Industry experts have several ways to define master data. They say:
“Master data is the consistent and uniform set of identifiers and extended attributes that describes the core entities of the enterprise including customers, prospects, citizens, suppliers, sites, hierarchies and chart of accounts.” – Gartner, Inc.
Master data is having “consistent definitions of business entities (e.g., customer or product) and data about them across multiple IT systems and possibly beyond the enterprise to partnering businesses.” – Philip Russom, TDWI
“A clear description of master data includes customer data items, like IDs.
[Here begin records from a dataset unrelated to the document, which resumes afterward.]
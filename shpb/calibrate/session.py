"""A calibration session: the shots fired on one day to calibrate one rig, and their records."""

from __future__ import annotations

from collections.abc import Sequence
from dataclasses import dataclass, field
from enum import StrEnum
from pathlib import Path

from shpb.pulse.strain import StationStrain, station_strain
from shpb.quantity import Quantity
from shpb.record.record import Record
from shpb.rig.bar import Striker
from shpb.rig.gauge import TestKind
from shpb.rig.rig import RecordHints, Rig


class ShotKind(StrEnum):
    """What was done."""

    BARS_APART = "bars-apart"  # one bar alone, free at its other end: the pulse runs to and fro in it
    BARS_TOGETHER = "bars-together"  # no specimen: the pulse goes from one bar into the other
    SHUNT = "shunt"  # a resistor across an arm of a bridge; nothing is fired


class BarEnd(StrEnum):
    """The end of a bar that was struck."""

    FAR = "far"  # the end away from the specimen: of the incident bar the impact end
    SPECIMEN = "specimen"


@dataclass(frozen=True, slots=True, kw_only=True)
class CalibrationShot:
    """One shot of a session; what its kind does not need is at its default."""

    shot_id: str
    kind: ShotKind
    record_files: tuple[Path, ...]
    bar: str = "incident"  # the bar that was struck, or "transmitted"
    struck_end: BarEnd = BarEnd.FAR
    striker_speed_m_s: Quantity | None = None
    striker: Striker | None = None  # the one used; None where the rig file knows none
    station: str = ""  # of a shunt: the table of the rig file, "incident_gauge"
    shunt_ohm: Quantity | None = None
    remarks: str = ""


@dataclass(frozen=True, slots=True, kw_only=True)
class Session:
    """All shots of one calibration."""

    date: str
    rig_file: Path
    shots: tuple[CalibrationShot, ...]
    name: str = ""  # of the calibration file, without its ending; empty for rig file and date
    holds_days: int = 365
    temperature_k: Quantity | None = None
    propagation_of: tuple[str, ...] = ()  # bars whose complex propagation is asked for
    operator: str = ""
    remarks: str = ""
    hints: RecordHints = field(default_factory=RecordHints)
    text: str = ""
    source: str = ""


@dataclass(frozen=True, slots=True, kw_only=True, eq=False)
class FiredShot:
    """A calibration shot and its record."""

    shot: CalibrationShot
    record: Record

    @property
    def shot_id(self) -> str:
        """Name of the shot."""
        return self.shot.shot_id

    def strain(self, rig: Rig, station: str) -> StationStrain:
        """Strain at a station of the rig (``"incident_gauge_2"``), positive in compression.

        Raises
        ------
        InputError
            As :func:`shpb.pulse.strain.station_strain`.
        """
        return station_strain(self.record, rig.gauges[station], rig.bar_of(station), TestKind.COMPRESSION)


def of_kind(fired: Sequence[FiredShot], kind: ShotKind) -> tuple[FiredShot, ...]:
    """The shots of one kind."""
    return tuple(one for one in fired if one.shot.kind is kind)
This data type is considered master data, versus quantitative data related to a single transaction, customer ID or other data (such as addresses and phone numbers), which are continuously used by a business to analyze customer behavior, establish contacts, or drive high-level research.” – Technopedia
The common theme in master data
No matter where it comes from, the definition of master data has several common themes.
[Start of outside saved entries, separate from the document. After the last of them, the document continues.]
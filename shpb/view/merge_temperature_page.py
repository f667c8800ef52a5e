"""Stress against temperature of a merged material by rate, with minimum and peak, and the peak against the rate."""

from __future__ import annotations

from typing import TYPE_CHECKING, Any

import numpy as np

from shpb.merge.campaign import CourseAtRate, Merged, MergedMaterial, near_groups
from shpb.merge.flow_table import FlowRow
from shpb.merge.peak_shift import PeakShift
from shpb.merge.temperature import Extreme, Place
from shpb.view.ink import BODY, FAINT, INK, Scale, scale
from shpb.view.merge_labels import listed, rate_words, stress_words, with_u
from shpb.view.merge_pages import (
    BAR_KEY,
    COVERAGE,
    LEFT,
    RIGHT,
    Look,
    Sample,
    header,
    in_words,
    key,
    looks,
    note,
    range_key,
    spread_over,
)
from shpb.view.merge_panels import Beside, beside, decades, error_bars, stress_scale
from shpb.view.page import Page, frame

if TYPE_CHECKING:
    from matplotlib.axes import Axes

_MOST_RATES = 8
_SAME_K = 3.0  # tests nearer than this are one point of a line, as they are of a course
_BESIDE = 0.98  # room for labels [in]
_PANEL_TOP, _TABLE_BOTTOM, _ROW, _BELOW_PANEL = 6.64, 0.80, 0.165, 0.68
_COLUMNS = (LEFT, LEFT + 0.95, LEFT + 3.95, LEFT + 6.95)
_HEADINGS = ("rate", "minimum", "peak", "what the points say")
_OPEN: dict[str, Any] = {
    "linestyle": "none",
    "markersize": 5.5,
    "markerfacecolor": "white",
    "markeredgewidth": 1.0,
}
_SHAPES = {"minimum": "v", "peak": "^"}
_BEYOND = {Place.AT_END: ">", Place.AT_START: "<"}


def temperature_page(page: Page, merged: Merged, material: MergedMaterial) -> None:
    """Draw the page."""
    strain = strain_of_courses(merged, material)
    courses = [c for c in material.courses if c.plastic_strain == strain]
    where = "" if strain is None else f" at true plastic strain {strain:g}"
    sentence = (
        f"Mean true stress{where} over the temperature at the start; lines only join the points of a rate. "
        "Minimum and peak are found without a law, where a rise is beyond the uncertainty."
    )
    header(page, merged, material, "stress against temperature", sentence)
    if strain is None:
        in_words(page, _why_none(material))
        return
    shown = [courses[k] for k in spread_over(len(courses), _MOST_RATES)]
    peaks = [c for c in shown if c.course is not None and c.course.rises]
    styles = looks(material)
    key(page, [*range_key(material), *BAR_KEY, *_extreme_key(shown)])
    width = 5.0 if peaks else 9.2
    table_top = _TABLE_BOTTOM + _ROW * len(shown)
    bottom = table_top + _BELOW_PANEL
    axes = page.axes(LEFT + 0.52, bottom, width, _PANEL_TOP - bottom)
    _courses(page, axes, material, shown, styles)
    if peaks:
        _peaks(page, page.axes(8.0, bottom, 3.0, _PANEL_TOP - bottom), material, peaks, styles)
    _table(page, shown, table_top)
    note(page, _note(material, strain, len(courses) - len(shown)))


def strain_of_courses(merged: Merged, material: MergedMaterial) -> float | None:
    """The plastic strain of the peak shift, else the second of those chosen that has a course; None if none has."""
    there = sorted({c.plastic_strain for c in material.courses})
    if not there:
        return None
    if material.shift is not None:
        for strain in there:
            if _rates_with_peak(material, strain) == material.shift.used:
                return strain
    second = merged.settings.strains[min(1, len(merged.settings.strains) - 1)]
    return second if second in there else there[min(1, len(there) - 1)]


def _rates_with_peak(material: MergedMaterial, strain: float) -> tuple[float, ...]:
    return tuple(
        sorted(
            c.rate_per_s
            for c in material.courses
            if c.plastic_strain == strain and c.course is not None and c.course.peak.place is Place.INSIDE
        )
    )


def _why_none(material: MergedMaterial) -> str:
    kelvin = sorted({round(c.temperature_k) for c in material.conditions})
    found = listed([f"{k} K" for k in kelvin], 8)
    if len(kelvin) == 1:
        return f"There is one temperature only, {found}: nothing can be said of how the stress depends on it."
    return (
        f"No rate has two temperatures at one of the chosen plastic strains (temperatures: {found}), so there is no "
        "course of the stress over temperature to show."
    )


def _extreme_key(courses: list[CourseAtRate]) -> list[Sample]:
    places = [
        (name, getattr(c.course, name).place)
        for c in courses
        if c.course is not None
        for name in ("peak", "minimum")
    ]
    found = [
        Sample(f"{name}, bar: its 95 % interval", {**_OPEN, "color": INK, "linestyle": "-", "linewidth": 0.8,
                                                   "marker": _SHAPES[name]})
        for name in ("peak", "minimum") if (name, Place.INSIDE) in places
    ]  # fmt: skip
    for place, words in (
        (Place.AT_END, "peak or minimum at or beyond the last temperature"),
        (Place.AT_START, "at or below the first temperature"),
    ):
        if any(one is place for _, one in places):
            found.append(Sample(words, {**_OPEN, "color": INK, "marker": _BEYOND[place]}))
    return found


# --- panels --------------------------------------------------------------------------------------------


def _rows(material: MergedMaterial, course: CourseAtRate) -> list[FlowRow]:
    found = [
        r
        for r in material.rows
        if r.condition in course.conditions and r.plastic_strain == course.plastic_strain
    ]
    return sorted(found, key=lambda row: row.temperature_k)


def _courses(
    page: Page, axes: Axes, material: MergedMaterial, courses: list[CourseAtRate], styles: list[Look]
) -> None:
    rows = [_rows(material, course) for course in courses]
    every = [row for part in rows for row in part]
    kelvin = [row.temperature_k for row in every]
    ends = [v for r in every for v in (r.stress_pa - COVERAGE * r.u_pa, r.stress_pa + COVERAGE * r.u_pa)]
    room = max(0.06 * (max(kelvin) - min(kelvin)), 5.0)
    x = scale(min(kelvin) - room, max(kelvin) + room, 8)
    frame(axes, x, stress_scale(np.array(ends) / 1e6, 8), "temperature at the start (K)", "true stress (MPa)")
    labels = []
    for course, part in zip(courses, rows, strict=True):
        look = styles[course.conditions[0]]
        t = np.array([row.temperature_k for row in part])
        s, own, both = (
            np.array([getattr(row, name) for row in part]) / 1e6 for name in ("stress_pa", "u_own_pa", "u_pa")
        )
        joined = np.array([(t[g].mean(), s[g].mean()) for g in near_groups(t.tolist(), _SAME_K)])
        axes.plot(*joined.T, label="_join", **{**look.line, "linewidth": 0.8}, zorder=2)
        error_bars(axes, t, s, own, both, look.colour)
        axes.plot(t, s, label=f"{course.rate_per_s:g}", **look.marker, zorder=3)
        if course.course is not None:
            for name in ("minimum", "peak"):
                _mark(axes, getattr(course.course, name), name, (t, s), look, 0.5 * room)
        labels.append(Beside(float(s[-1]), rate_words(course.rate_per_s), look.line, float(t[-1])))
    beside(page, axes, labels, _BESIDE)


def _mark(axes: Axes, extreme: Extreme, name: str, points: tuple[Any, Any], look: Look, aside: float) -> None:
    """Mark a minimum or a peak: with its interval where it is bracketed, beside the outermost point where not."""
    t, s = points
    style = {**_OPEN, "markeredgecolor": look.colour, "label": name, "zorder": 4}
    if extreme.temperature_k is not None and extreme.stress_pa is not None and extreme.interval_k is not None:
        low, high = extreme.interval_k
        at = extreme.stress_pa / 1e6
        axes.plot(
            [low, high], [at, at], label=f"_{name} interval", color=look.colour, linewidth=0.8, zorder=3.8
        )
        axes.plot(extreme.temperature_k, at, marker=_SHAPES[name], **style)
    elif extreme.place in _BEYOND:
        at_end = extreme.place is Place.AT_END
        place, value = (t[-1] + aside, s[-1]) if at_end else (t[0] - aside, s[0])
        axes.plot(place, value, marker=_BEYOND[extreme.place], **style)


def _peaks(
    page: Page, axes: Axes, material: MergedMaterial, courses: list[CourseAtRate], styles: list[Look]
) -> None:
    """Temperature of the peak against the rate."""
    x, words = decades([c.rate_per_s for c in courses])
    found: list[float] = []
    for course in courses:
        assert course.course is not None  # only those with a rise come here
        peak = course.course.peak
        found += [*(peak.interval_k or ()), _end_of(course)]
    y = scale(min(found) - 15.0, max(found) + 15.0, 6)
    frame(axes, x, y, "true strain rate (1/s)", "temperature of the peak (K)")
    axes.set_xticks(x.ticks, words)
    for course in courses:
        assert course.course is not None
        peak, look, log = course.course.peak, styles[course.conditions[0]], float(np.log10(course.rate_per_s))
        style = {**_OPEN, "markeredgecolor": look.colour, "zorder": 4}
        if peak.temperature_k is not None and peak.interval_k is not None:
            axes.plot([log, log], peak.interval_k, label="_peak interval", color=look.colour, linewidth=0.9)
            axes.plot(log, peak.temperature_k, label="peak", **{**style, "marker": look.marker["marker"]})
        else:
            mark = "^" if peak.place is Place.AT_END else "v"
            axes.plot(log, _end_of(course), label="peak beyond", marker=mark, **style)
    if material.shift is not None:
        _shift_line(axes, material.shift, courses, x)
    box = axes.get_position()
    left, top = box.x0 * page.figure.bbox_inches.width, box.y1 * page.figure.bbox_inches.height
    page.text(left, top + 0.07, _shift_words(material), fontsize=BODY)


def _end_of(course: CourseAtRate) -> float:
    """Temperature of the peak; where it is not bracketed the end at or beyond which it lies."""
    assert course.course is not None
    peak = course.course.peak
    if peak.temperature_k is not None:
        return peak.temperature_k
    return float(course.course.temperature_k[-1 if peak.place is Place.AT_END else 0])


def _shift_line(axes: Axes, shift: PeakShift, courses: list[CourseAtRate], x: Scale) -> None:
    """The weighted line of the peaks: through their weighted middle, over the rates that it was fitted to."""
    held = [
        (np.log10(c.rate_per_s), c.course.peak.temperature_k, c.course.peak.u_temperature_k)
        for c in courses if c.course is not None and c.course.peak.place is Place.INSIDE
    ]  # fmt: skip
    log, kelvin, u = (np.array(v, dtype=float) for v in zip(*held, strict=True))
    middle, height = np.average(log, weights=u**-2), np.average(kelvin, weights=u**-2)
    ends = np.clip(np.log10([min(shift.used), max(shift.used)]), x.low, x.high)
    line = height + shift.kelvin_per_decade.value * (ends - middle)
    axes.plot(ends, line, label="shift", color=FAINT, linewidth=1.0, zorder=1.5)


def _shift_words(material: MergedMaterial) -> str:
    if material.shift is None:
        return "no line of the peak over the rate"
    slope = material.shift.kelvin_per_decade
    return f"line: {with_u(slope.value, slope.u, slope.interval)} K per decade"


# --- words ---------------------------------------------------------------------------------------------


def _table(page: Page, courses: list[CourseAtRate], top: float) -> None:
    for x, words in zip(_COLUMNS, _HEADINGS, strict=True):
        page.text(x, top, words, fontsize=BODY, fontweight="bold")
    page.rule(LEFT, top - 0.05, RIGHT - LEFT)
    ends = [*_COLUMNS[1:], RIGHT]
    for number, course in enumerate(courses):
        y = top - (number + 1) * _ROW - 0.02
        said = course.course
        cells = [rate_words(course.rate_per_s), "", "", f"{course.why_not or 'few points'}: too few to tell"]
        if said is not None:
            cells[1:] = [_extreme_words(said.minimum), _extreme_words(said.peak), said.reason]
        for x, end, words in zip(_COLUMNS, ends, cells, strict=True):
            page.text(x, y, page.fitted(page.safe(words), BODY, end - x - 0.12), fontsize=BODY)


def _extreme_words(extreme: Extreme) -> str:
    if extreme.temperature_k is None or extreme.u_temperature_k is None or extreme.interval_k is None:
        return extreme.place.value
    kelvin = with_u(extreme.temperature_k, max(extreme.u_temperature_k, 10.0), extreme.interval_k)
    return f"{kelvin} K, {stress_words(extreme.stress_pa or 0.0)}"


def _note(material: MergedMaterial, strain: float, more: int) -> str:
    said = []
    if more > 0:
        said.append(f"{more} more rates are not drawn.")
    in_course = {i for c in material.courses if c.plastic_strain == strain for i in c.conditions}
    lone = [
        rate_words(r.rate_per_s)
        for r in material.rows
        if r.plastic_strain == strain and r.condition not in in_course
    ]
    if lone:
        said.append(f"One temperature only, not drawn: {listed(lone, 6)}.")
    if material.shift is None:
        said.append(f"No shift of a peak with the rate: {material.why_no_shift}.")
    else:
        energy = material.shift.activation_energy_j_per_mol
        said.append(
            "The peak does not move up with the rate, so there is no activation energy."
            if energy is None
            else f"Activation energy of the peak {with_u(energy.value, energy.u, energy.interval, 1e-3)} kJ/mol."
        )
    return " ".join(said)


__all__ = ["strain_of_courses", "temperature_page"]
Master data is critical for operational and analytical business decision-making.
Master data is scattered throughout the enterprise.
Master data establishes a standard definition for business-critical data that is shared across the enterprise and collectively represents a “single source of truth.”
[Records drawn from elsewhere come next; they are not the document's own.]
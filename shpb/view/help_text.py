"""The topics of ``shpb help``: their names, what each is about, and their text."""

from __future__ import annotations

from collections.abc import Iterable, Sequence

from shpb.view.help.page import HelpPage

# Name and one line; the text of each is made when it is asked for, so that a list of them costs nothing.
TOPICS: dict[str, str] = {
    "rig-file": "the rig file: bars, gauges, striker, choices, limits",
    "shot-sheet": "the shot sheet: record, striker speed, specimen",
    "shot-list": "the shot list: many shots in one table",
    "quasi-static": "quasi-static tables for a merge",
    "calibration": "calibration sessions and calibration files",
    "checks": "every check with its limit and source",
    "corrections": "every correction with its range and source",
    "methods": "how a shot is worked out, step by step, with sources",
    "merge": "merging a campaign; the laws",
    "files": "the files that are written; the HDF5 layout",
    "watch": "watching the folder of the scope",
    "exit-status": "exit statuses, streams, terminals",
    "json": "JSON for other programs",
}


def topic_text(name: str, fields: Sequence[tuple[str, str, str]] = ()) -> str:
    """The text of a topic, no line over 79 columns.

    Parameters
    ----------
    name : str
        A key of ``TOPICS``.
    fields : sequence of (path, unit, meaning)
        Arrays of the HDF5 file of a shot, for the topic ``files``.
    """
    if name in ("files", "watch", "exit-status", "json"):
        from shpb.view.help import bench_topics
        from shpb.view.summary import SCHEMA_VERSION

        if name == "files":
            return bench_topics.files(fields)
        if name == "json":
            return bench_topics.as_json(SCHEMA_VERSION)
        return bench_topics.watch() if name == "watch" else bench_topics.exit_status()
    if name in ("checks", "corrections", "methods", "merge"):
        from shpb.view.help import judging_topics

        return str(getattr(judging_topics, name)())
    from shpb.view.help import key_topics

    return str(getattr(key_topics, name.replace("-", "_"))())


def index_text(verbs: Iterable[tuple[str, str]]) -> str:
    """The list of topics and verbs."""
    page = HelpPage("help", "Topics and verbs that there is help for.")
    page.heading("TOPICS: shpb help TOPIC")
    for name, words in TOPICS.items():
        page.pair(name, words, 20)
    page.heading("VERBS: shpb help VERB, or shpb VERB --help")
    for name, words in verbs:
        page.pair(name, words, 20)
    return page.text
How does Semarchy define master data?
Master data is your business-critical data that is stored in disparate systems across your enterprise.
The Four Categories of Master Data
Parties: everyone who conducts business with the enterprise, including customers, prospects, suppliers, and partners.
Things: what the enterprise sells, such as products and services.
Places: actual places and how they are segmented, such as geographies, locations, subsidiaries, sites, and zones.
Financial and Organizational: reporting and accounting categories, including organization structures, sales territories, chart of accounts, cost centers, business units, profit centers, and price lists.
Other Types of Data
To really understand master data, it’s important to take a look at other data in the enterprise that isn’t master data – but can sometimes look like it.
Reference Data: often considered a subset of master data, reference data, or reference master data, is shared by and used across different internal and external systems and used to give meaning to master data.
Transactional Data: Transactional data describes business events and it responsible for generating the largest volume of data in the enterprise. It resides in the CRM, ERP, SCM, or other systems.
Log Data: Log data records events or takes snapshots of process states at moments in time. It is extremely important to system operational efficiencies and preventive maintenance applications. Most big data, such as sensor data, machine data, and change-in-state data, are examples of log data.
Metadata: Metadata is data that describes other data; it is the underlying definition or description of data. Master data, reference data, and log data all have related metadata.
Big Data: Big data has many different definitions, but the most common is from Gartner’s Doug Laney. He characterized “big data” by 3Vs: volume, variety, and velocity. By its very nature, big data cannot be effectively maintained with traditional technology. Quite simply, it is the combination of the previous four types of data: log data, transactional data, reference data, and master data.
Master Data Management is simply the complete management of master data. It includes the cleaning, governance, tracking and control of all master data.Master Data Management consists of a set of processes, disciplines and technologies.